By Judith M. Bennett
Transactions of the Royal Historical Society 6th series, No.13 (2003)
Abstract: Leyrwrite was a fine for fornication levied on the bondwomen of many English manors. This essay traces distinctive chronological history leyrwrite (it flourished especially c.1250-1350), its regional distribution (leyrwrite was levied only in England and only in some regions of England), its social economic implications (leyrwrite was directed especially at the poor and more at bastardy than fornication) and, most of all, the significance of its focus on women (leyrwrite served as one means of regulating poor women and their families).
Introduction: In 1086, when idle clerks of William the Conqueror wrote the customs of Broughton (Hunts.) into the Domesday Rook, they used a word that appears only once in the many folios of that survey.
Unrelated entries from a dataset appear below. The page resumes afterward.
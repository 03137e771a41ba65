package check

import (
	"slices"
	"testing"

	"tapround/survey"
)

const (
	nearVapour  = "pressure near the vapour pressure"
	belowVapour = "pressure below the vapour pressure"
)

// high puts a tap of the site at a level, with its readings and a gauge that shows
// less than the atmosphere.
func high(s *survey.Survey, name, gauge string, z float64) {
	d := z - tap(s, name).Elevation
	tap(s, name).Elevation = z
	for _, r := range []string{"A", "B"} {
		shift(s, r, name, -d)
	}
	for i := range s.Gauges {
		if s.Gauges[i].Name == gauge {
			s.Gauges[i].Low, s.Gauges[i].High, s.Gauges[i].Accuracy = -1e5, 2e5, survey.Some(0.003)
		}
	}
}

func TestNotFull(t *testing.T) {
	s := site()
	tap(s, "T4").ElevationSD = 0.8 // cancels: both pressures are the tap's own
	high(s, "T4", "G4", 92.5)      // 1.5 m above the piezometric head of 91 m in round B
	a := one(t, s, belowPipe, "T4")
	says(t, a.Statement, "stands below tap T4 in round B")
	says(t, a.Evidence, "by 1.50 ± 0.06 m")
	says(t, a.Action, "Do not use these readings for roughness", "Local codes and licensed practice decide")
	if !a.Stay {
		t.Error("nobody stays")
	}

	s = site()
	high(s, "T4", "G4", 91.05) // 0.05 m, less than its uncertainty
	a = only(t, s, belowPipe, "T4")
	says(t, a.Statement, "seems to stand below")
	if a.Stay {
		t.Error("a doubt holds the crew")
	}
	s = site()
	high(s, "T4", "G4", 90.9)
	quiet(t, "just above the tap", s)

	// At a point that is open to the air nothing else can be.
	s = site()
	s.Points[3].Kind = survey.Outlet
	high(s, "T6", "G6", 85.3)
	if found := first(look(s), belowPipe); len(found) != 0 {
		t.Errorf("at an outlet: %s", text(found))
	}
}

func TestNotFullOnTheLongSection(t *testing.T) {
	s := site()
	s.Levels = []survey.Level{{Pipe: "P2", At: 250, Elevation: 90}}
	quiet(t, "below the line", s) // the line stands at 92.5 m there
	s.Levels[0].Elevation = 93
	s.Levels[0].Source = survey.Source{File: "levels.csv", Line: 2}
	a := only(t, s, belowPipe, "P2")
	says(t, a.Statement, "below pipe P2 at 250 m in round B")
	says(t, a.Evidence, "by 0.50 ±")
	if a.Sources[len(a.Sources)-1].File != "levels.csv" {
		t.Errorf("sources %v", a.Sources)
	}
	// Nearer to T4 (91 m) than to T3 (94 m); both with one gauge, whose error stays in full.
	s = site()
	s.Gauges[3].Accuracy = survey.Some(0.01)
	for _, r := range []string{"A", "B"} {
		reading(s, r, "T3").Gauge = "G4"
	}
	s.Levels = []survey.Level{{Pipe: "P2", At: 340, Elevation: 93.6}}
	says(t, one(t, s, belowPipe, "P2").Evidence, "by 2.0 ± 0.6 m")

	// Beyond the last reading of the pipe nothing is said: T5 and T6 stand either side.
	s = site()
	s.Levels = []survey.Level{{Pipe: "P3", At: 250, Elevation: 89}}
	only(t, s, belowPipe, "P3")
	for i := range s.Readings {
		if s.Readings[i].Tap == "T6" {
			s.Readings[i].SetAside = "not in this test"
		}
	}
	quiet(t, "one side only", s)

	// The pipe itself lies above its tap.
	s = site()
	s.Levels = []survey.Level{{Pipe: "P2", At: 390, Elevation: 89}, {Pipe: "P2", At: 400, Elevation: 91.8}, {Pipe: "P2", At: 410, Elevation: 89}}
	a = look(s)[0]
	says(t, a.Statement, "below pipe P2 at T4 in round B")
	says(t, a.Evidence, "by 0.80 ±")
}

// 10 C water boils at 1.23 kPa (IAPWS), the standard atmosphere at 40 m is 100.85 kPa: 9.6
// m below the pipe is at 6.7 kPa, 11 m at less than nothing.
func TestVapourLimit(t *testing.T) {
	for z, rule := range map[float64]string{91 + 7.9: belowPipe, 91 + 9.6: nearVapour, 91 + 11: belowVapour} {
		s := site()
		high(s, "T4", "G4", z)
		reading(s, "A", "T4").SetAside = "not in this test"
		found := slices.DeleteFunc(look(s), func(a survey.Alert) bool { return a.Rule == lowOnScale || a.Rule == beyondScale })
		if len(found) != 1 || found[0].Rule != rule || found[0].Subject != "T4" {
			t.Fatalf("T4 at %v m: want %s, got\n%s", z, rule, text(found))
		}
		a := found[0]
		if rule != belowPipe {
			says(t, a.Evidence, "absolute pressure ", "vapour pressure 1.23 kPa")
		}
		if !a.Stay {
			t.Errorf("%s: nobody stays", rule)
		}
	}
	// A low barometer brings the same reading nearer.
	s := site()
	s.Rounds[1].Barometer = survey.Some(85e3)
	high(s, "T4", "G4", 91+7.9)
	reading(s, "A", "T4").SetAside = "not in this test"
	if found := first(look(s), nearVapour); len(found) != 1 {
		t.Errorf("with a low barometer: %s", text(look(s)))
	}
}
The sokemen of Broughton had told the Domesday officers that their privileges included freedom from any obligation to pay a forfeit to Ramsey Abbey, which held the manor, whenever one among them committed a petty assault, minor theft or an offence they called leyrwrite. This single reference to leyrwrite in Domesday Book is also its first extant reference; whatever its pre-Conquest uses, leyrwrite first appears to us as an Anglo-Saxon loan word in a post-Conquest, Latin text.
This essay will examine leyrwite as it exists in medieval documents, as it has been understood by historians and as it can be usefully reinterpreted as a gendered fine. The term itself has been usually understood as a manorial fine levied for fornication, and its history has been usually placed within two contemporary frames: the moral teachings of the medieval Church and the dynamics of lordship and serfdom on medieval manors. I will suggest today that the medieval meanings of leyrwrite must also be seen within a third frame: the lives of peasant women in the half-century before the Great Plague of 1348-9.